À porta do restaurante, do lado de dentro, e apenas visível para quem sai, há uma placa, que como um bolinho chinês transporta os nosso pensamentos para fora do espaço onde estivemos.

"People live in cities, but cities make citizens" (Richard Rogers)

Starter

Entramos num restaurante, o espaço está engraçado, agradável, a luz com a tonalidade correcta, o serviço impecável, sentamo-nos, olhamos à volta, respiramos fundo. A tranquilidade é interrompida por uma rapariga de vestido preto, sorriso distante e olhar profundo, entrega-nos a carta e afasta-se lentamente. Deliciamo-nos a imaginar as cores, sabores e odores daquelas entradas e pratos, algo nos diz que viemos ao sitio correcto. Por momentos viajamos, levitamos, por entre as mesas, móveis, tecto e paredes, passamos pela cozinha e intrigamo-nos sobre o cozinheiro "o que terá ele para nós?", "será ele capaz de responder ao nível do espaço, do ambiente?". Desespero, "quando é que vêm as entradas?", "quero ver do que são capazes".

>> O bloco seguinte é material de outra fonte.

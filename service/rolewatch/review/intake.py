"""What a window close does for review, inside its own write transaction.

Two steps around the alerts' insert (pipeline.closer calls both):

1. :func:`screen_alerts`, before anything is written: alerts of accounts covered by an
   active suppression are held back. They raise no alert and no delivery, but the window's
   memberships and scores are stored as usual, so the history stays complete.
2. :func:`file_window_alerts`, after the alerts are stored: the held-back alerts are
   recorded (counted per window and per suppression), and every new alert is filed into its
   account's case (:mod:`rolewatch.review.grouping`), with an audit entry and a
   ``case.updated`` webhook per case change.

Being in the close's transaction, a window's alerts, cases and deliveries are committed
together or not at all.
"""

from __future__ import annotations

from collections.abc import Sequence
from dataclasses import dataclass, field
from typing import Any

from rolewatch.config import Settings
from rolewatch.delivery.case_events import enqueue_case_updates
from rolewatch.review.forms import case_form, case_url
from rolewatch.review.grouping import GroupingRule, LatestCase, Placement, place_alert
from rolewatch.review.states import DECIDED, DISMISSED, OPEN
from rolewatch.review.suppression import Matcher, Rule
from rolewatch.store import review as case_store
from rolewatch.store import suppressions as suppression_store
from rolewatch.store.alerts import Alert, NewAlert
from rolewatch.store.db import Connection
from rolewatch.store.keys import key_names
from rolewatch.store.review import CaseRecord, HistoryEntry
from rolewatch.store.suppressions import HeldBack


@dataclass(frozen=True)
class Screened:
    """A window's alerts split into those raised and those held back (with the id of the
    suppression that held each one back)."""

    kept: list[NewAlert]
    held_back: list[tuple[NewAlert, int]] = field(default_factory=list)


@dataclass(frozen=True)
class Filed:
    """What filing a window's alerts did: each alert's case link, and changes made."""

    case_urls: dict[int, str]
    suppressed: int
    case_updates: list[dict[str, Any]]


def screen_alerts(connection: Connection, raised: Sequence[NewAlert], *, now_us: int) -> Screened:
    """Hold back the alerts of accounts covered by a suppression in force at ``now_us``."""
    if not raised:
        return Screened(list(raised))
    entries = suppression_store.active_entries(connection, now_us)
    if not entries:
        return Screened(list(raised))
    matcher = Matcher(Rule(entry.id, entry.kind, entry.value) for entry in entries)
    kept, held_back = [], []
    for alert in raised:
        rule_id = matcher.match(alert.account)
        if rule_id is None:
            kept.append(alert)
        else:
            held_back.append((alert, rule_id))
    return Screened(kept, held_back)


def grouping_rule(settings: Settings) -> GroupingRule:
    return GroupingRule(
        group_windows=settings.case_group_windows,
        period_us=int(settings.window_period.total_seconds() * 1_000_000),
        reopen_ratio=settings.case_reopen_ratio,
    )


def _record_held_back(
    connection: Connection, screened: Screened, window_id: int, basis_version: str
) -> None:
    suppression_store.insert_held_back(
        connection,
        [
            HeldBack(
                window_id=window_id,
                account=alert.account,
                suppression_id=rule_id,
                score=alert.score,
                basis_version=basis_version,
                role_before=alert.role_before,
                role_after=alert.role_after,
            )
            for alert, rule_id in screened.held_back
        ],
    )


def _join_case(
    connection: Connection,
    case: CaseRecord,
    alert: Alert,
    placement: Placement,
    now_us: int,
    end_us: int,
    ratio: float,
) -> None:
    """Add the alert to ``case`` (row locked by the caller), reopening it when placed so."""
    reopen = placement is Placement.REOPEN
    values: dict[str, Any] = {
        "last_window_end_us": max(case.last_window_end_us, end_us),
        "alert_count": case.alert_count + 1,
        "peak_score": max(case.peak_score, alert.score),
        "latest_score": alert.score,
        "latest_alert_id": alert.id,
        "updated_us": now_us,
    }
    if reopen:
        values["state"] = OPEN
    if not case_store.update_case(
        connection, case.id, expected_version=case.version, values=values
    ):
        raise RuntimeError(f"case {case.id} changed while its row was locked")
    standing = case.state in DECIDED and not reopen
    case_store.link_alert(
        connection,
        case.id,
        alert.id,
        joined_us=now_us,
        decision=case.decision if standing else None,
        reason=case.decision_reason if standing else None,
    )
    if reopen:
        case_store.decide_alerts(connection, case.id, decision=None, reason=None, decided_us=now_us)
    text = None
    if reopen:
        text = (
            f"new alert scored {alert.score:.3g}, at least {ratio:g} × the "
            f"{case.dismissed_score or 0.0:.3g} the case was dismissed at"
        )
    case_store.append_history(
        connection,
        HistoryEntry(
            case.id,
            now_us,
            None,
            None,
            "reopened" if reopen else "alert_added",
            case.version + 1,
            from_state=case.state,
            to_state=OPEN if reopen else case.state,
            text=text,
            alert_id=alert.id,
        ),
    )


def file_window_alerts(
    connection: Connection,
    settings: Settings,
    *,
    window_id: int,
    window_end_us: int,
    basis_version: str,
    alerts: Sequence[Alert],
    screened: Screened,
    now_us: int,
) -> Filed:
    """Record the held-back alerts and file the stored ``alerts`` into cases; queue a
    ``case.updated`` webhook per case change. Runs in the window close's transaction."""
    _record_held_back(connection, screened, window_id, basis_version)
    if not alerts:
        return Filed({}, len(screened.held_back), [])
    rule = grouping_rule(settings)
    latest = case_store.latest_cases(connection, (alert.account for alert in alerts))
    before: dict[int, str] = {}  # case id -> its state before this window
    joined: dict[int, tuple[int, str]] = {}  # alert id -> (case id, action)
    firsts: list[Alert] = []  # alerts that open a case, opened together below
    for alert in alerts:
        found = latest.get(alert.account)
        if found is not None:
            found = case_store.find_case(connection, found.id, lock=True) or found
        snapshot = None
        if found is not None:
            snapshot = LatestCase(
                found.id, found.state, found.last_window_end_us, found.dismissed_score
            )
        placement = place_alert(snapshot, window_end_us, alert.score, rule)
        if found is None or placement is Placement.NEW_CASE:
            firsts.append(alert)
            continue
        _join_case(connection, found, alert, placement, now_us, window_end_us, rule.reopen_ratio)
        action = "reopened" if placement is Placement.REOPEN else "alert_added"
        joined[alert.id] = (found.id, action)
        before.setdefault(found.id, found.state)
    opened = case_store.open_cases(
        connection,
        [(alert.account, alert.id, alert.score) for alert in firsts],
        state=OPEN,
        now_us=now_us,
        window_end_us=window_end_us,
    )
    joined.update(
        {alert.id: (case_id, "opened") for alert, case_id in zip(firsts, opened, strict=True)}
    )
    changed: dict[int, str] = {}  # case id -> the action that changed it, in alert order
    case_of: dict[int, int] = {}
    for alert in alerts:
        case_id, action = joined[alert.id]
        changed[case_id] = action
        case_of[alert.id] = case_id
    updates = case_updates(connection, settings, changed, from_states=before)
    enqueue_case_updates(connection, updates, now_us=now_us)
    return Filed(
        {alert_id: case_url(settings.public_url, case_id) for alert_id, case_id in case_of.items()},
        len(screened.held_back),
        updates,
    )


def case_updates(
    connection: Connection,
    settings: Settings,
    changed: dict[int, str],
    *,
    by: dict[str, str] | None = None,
    from_states: dict[int, str] | None = None,
) -> list[dict[str, Any]]:
    """The ``case.updated`` documents of the changed cases, read back in the transaction."""
    if not changed:
        return []
    names = key_names(connection)
    moves = case_store.role_moves(connection, changed)
    updates = []
    found = case_store.find_cases(connection, changed)
    for case_id, action in changed.items():
        case = found.get(case_id)
        if case is None:
            continue
        form = case_form(case, move=moves.get(case_id), names=names, base_url=settings.public_url)
        change = {
            "action": action,
            "at": form["updated"],
            "by": by,
            "from_state": (from_states or {}).get(case_id),
            "to_state": case.state,
            "reason": case.decision_reason if case.state == DISMISSED else None,
        }
        updates.append({"case": form, "change": change})
    return updates
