from .common import (
    WEEK_SECONDS,
    EventLog,
    Members,
    Rhythm,
    later,
    normalised,
)
from .marketplace import DEFAULT_START, Scenario
from .planting import generate_world
from .plants import Act, Style

NAME = "forum"
KINDS = ("reply", "mention", "follow", "quote")
REPLY, MENTION, FOLLOW, QUOTE = range(4)
ARCHETYPE_NAMES = ("lurker", "regular", "broadcaster", "moderator")
LURKER, REGULAR, BROADCASTER, MODERATOR = range(4)
SECTIONS = ("crafts", "sciences", "outdoors", "kitchen")
TOPIC_NAMES = (
    ("knitting", "woodwork", "pottery", "bookbinding", "weaving", "leatherwork"),
    ("astronomy", "fossils", "weather", "microscopes", "mushrooms", "minerals"),
    ("hiking", "birding", "cycling", "gardening", "canoeing", "orienteering"),
    ("baking", "preserves", "fermenting", "coffee", "spices", "noodles"),
)
MAX_FRIENDS = 6
NESTED_SHARE = 0.45  # replies that go to another replier of the thread, not its author
QUOTE_SHARE = 0.1  # replies that quote the post they answer

RHYTHM = Rhythm.of(
    [3, 2, 1, 1, 1, 1, 2, 3, 4, 5, 5, 6, 6, 6, 6, 6, 7, 8, 9, 10, 10, 9, 7, 5],
    [1.0, 1.0, 1.25, 1.3, 1.0, 0.95, 1.0],  # Thursday .. Wednesday
)
STYLE = Style(
    takeover=Act(MENTION),
    answer=Act(REPLY),
    contact=Act(MENTION),
    funnel_in=Act(QUOTE),
    funnel_out=Act(MENTION),
    bridge=Act(REPLY),
    presence=Act(REPLY),
    steady=Act(REPLY),
    fresh_names=("recipient", "sock_puppet", "outlet"),
)


def topic_name(topic: int) -> str:
    section, k = topic % len(SECTIONS), topic // len(SECTIONS)
    base = TOPIC_NAMES[section][k % len(TOPIC_NAMES[section])]
    return base if k < len(TOPIC_NAMES[section]) else f"{base}-{k // len(TOPIC_NAMES[section]) + 1}"


@dataclass
class People:
    """Standing habits of every member, indexed like :class:`Members`."""

    archetype: np.ndarray
    topic: np.ndarray
    topic2: np.ndarray  # a second topic in the same section, or -1
    joined: np.ndarray
    rate: np.ndarray  # replies a week when active
    p_active: np.ndarray  # chance of being active in a week
    author_weight: np.ndarray  # how often the member starts threads
    p_answer: np.ndarray  # chance the member answers a reply it gets
    appeal: np.ndarray  # how often others follow the member
    follow_rate: np.ndarray
    friends: np.ndarray  # (n, MAX_FRIENDS) members it mentions
    n_friends: np.ndarray


def _archetypes(rng, topic, joined, topics) -> np.ndarray:
    u = rng.random(len(topic))
    archetype = np.where(u < 0.03, BROADCASTER, np.where(u < 0.36, REGULAR, LURKER))
    late = joined > 0
    archetype[late] = np.where(u[late] < 0.3, REGULAR, LURKER)
    for t in range(topics):
        local = np.flatnonzero((topic == t) & ~late & (archetype != BROADCASTER))
        if len(local):
            k = min(len(local), 1 + int(len(local) > 120))
            archetype[rng.choice(local, k, replace=False)] = MODERATOR
    return archetype.astype(np.int8)


def _second_topics(rng, archetype, topic, topics) -> np.ndarray:
    """A quarter of regulars and moderators also take part in a sibling topic."""
    sections = len(SECTIONS)
    in_section = np.array([len(range(s, topics, sections)) for s in range(sections)])
    section, pos = topic % sections, topic // sections
    k = in_section[section]
    step = rng.integers(1, np.maximum(k, 2))
    sibling = section + sections * ((pos + step) % k)
    takes = np.isin(archetype, (REGULAR, MODERATOR)) & (rng.random(len(topic)) < 0.25)
    return np.where(takes, sibling, -1)


def _friends(rng, archetype, topic, joined, topics) -> tuple[np.ndarray, np.ndarray]:
    n = len(topic)
    friends = np.zeros((n, MAX_FRIENDS), dtype=np.int64)
    talkers = archetype != LURKER
    n_friends = np.where(talkers, rng.integers(2, MAX_FRIENDS + 1, n), 0)
    for t in range(topics):
        pool = np.flatnonzero(
            (topic == t) & np.isin(archetype, (REGULAR, MODERATOR)) & (joined == 0)
        )
        owners = np.flatnonzero((topic == t) & talkers)
        if len(pool) < 2:
            n_friends[owners] = 0
            continue
        pick = rng.integers(0, len(pool), (len(owners), MAX_FRIENDS))
        own = pool[pick] == owners[:, None]
        pick[own] = (pick[own] + 1) % len(pool)
        friends[owners] = pool[pick]
        n_friends[owners] = np.minimum(n_friends[owners], len(pool) - 1)
    return friends, n_friends


def draw_people(rng: np.random.Generator, members: int, weeks: int, newcomer_rate: float):
    """Draw members, topics, habits and friends; newcomers join after the first week."""
    topics = max(2 * len(SECTIONS), members // 150)
    per_week = rng.poisson(newcomer_rate * members, weeks)
    per_week[0] = 0
    joined = np.concatenate([np.zeros(members, np.int64), np.repeat(np.arange(weeks), per_week)])
    n = len(joined)
    topic = rng.choice(topics, size=n, p=normalised(rng.lognormal(0.0, 0.6, topics)))
    archetype = _archetypes(rng, topic, joined, topics)
    topic2 = _second_topics(rng, archetype, topic, topics)

    def by_type(values: dict) -> np.ndarray:
        out = np.zeros(n)
        for code, draw in values.items():
            mask = archetype == code
            out[mask] = draw(int(mask.sum())) if callable(draw) else draw
        return out

    people = People(
        archetype=archetype,
        topic=topic,
        topic2=topic2,
        joined=joined,
        rate=by_type(
            {
                LURKER: lambda k: rng.lognormal(np.log(0.6), 0.5, k),
                REGULAR: lambda k: rng.lognormal(np.log(2.5), 0.9, k),
                BROADCASTER: lambda k: rng.lognormal(np.log(1.5), 0.5, k),
                MODERATOR: lambda k: rng.lognormal(np.log(20.0), 0.35, k),
            }
        ),  # fmt: skip
        p_active=by_type(
            {
                LURKER: lambda k: rng.beta(1.2, 3.5, k),
                REGULAR: lambda k: rng.beta(6.0, 1.5, k),
                BROADCASTER: 0.95,
                MODERATOR: 0.97,
            }
        ),  # fmt: skip
        author_weight=by_type(
            {
                LURKER: 0.02,
                REGULAR: lambda k: rng.lognormal(np.log(0.3), 0.8, k),
                BROADCASTER: lambda k: 3.0 * (rng.pareto(1.3, k) + 1.0),
                MODERATOR: 1.0,
            }
        ),  # fmt: skip
        p_answer=by_type({LURKER: 0.05, REGULAR: 0.12, BROADCASTER: 0.02, MODERATOR: 0.35}),
        appeal=by_type(
            {
                LURKER: 0.02,
                REGULAR: lambda k: rng.lognormal(np.log(0.3), 1.0, k),
                BROADCASTER: lambda k: 10.0 * (rng.pareto(1.1, k) + 1.0),
                MODERATOR: 3.0,
            }
        ),  # fmt: skip
        follow_rate=by_type({LURKER: 0.08, REGULAR: 0.2, BROADCASTER: 0.05, MODERATOR: 0.05}),
        friends=np.zeros(0),
        n_friends=np.zeros(0),
    )
    people.friends, people.n_friends = _friends(rng, archetype, topic, joined, topics)
    return people, topics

O primeiro texto num blogue é como as entradas nos restaurantes, diz-nos muito sobre o que se segue. Também como uma entrada, um prato delicioso, desperta-nos para áreas que gostavamos de conhecer, dominar. O nome do restaurante "www.planeamento.com", não porque seja unicamente dirigido às cidades e ao planeamento, ou à "malta" da especialidade, mas porque é a faceta livre de um site em produção, é o seu lado humano, e eventualmente a sua alma. O espaço é intimista, acolhedor, deixa-nos vaguear por outras mesas, observar os outros convidados, experimentar outros pratos. As paredes são moldadas por nós, mas a verdadeira liberdade está nas sensações que o prato nos desperta, sentimo-nos afundar em nós, e quando voltamos estamos prontos para falar sobre ele. "Então, estava bom?" perguntam.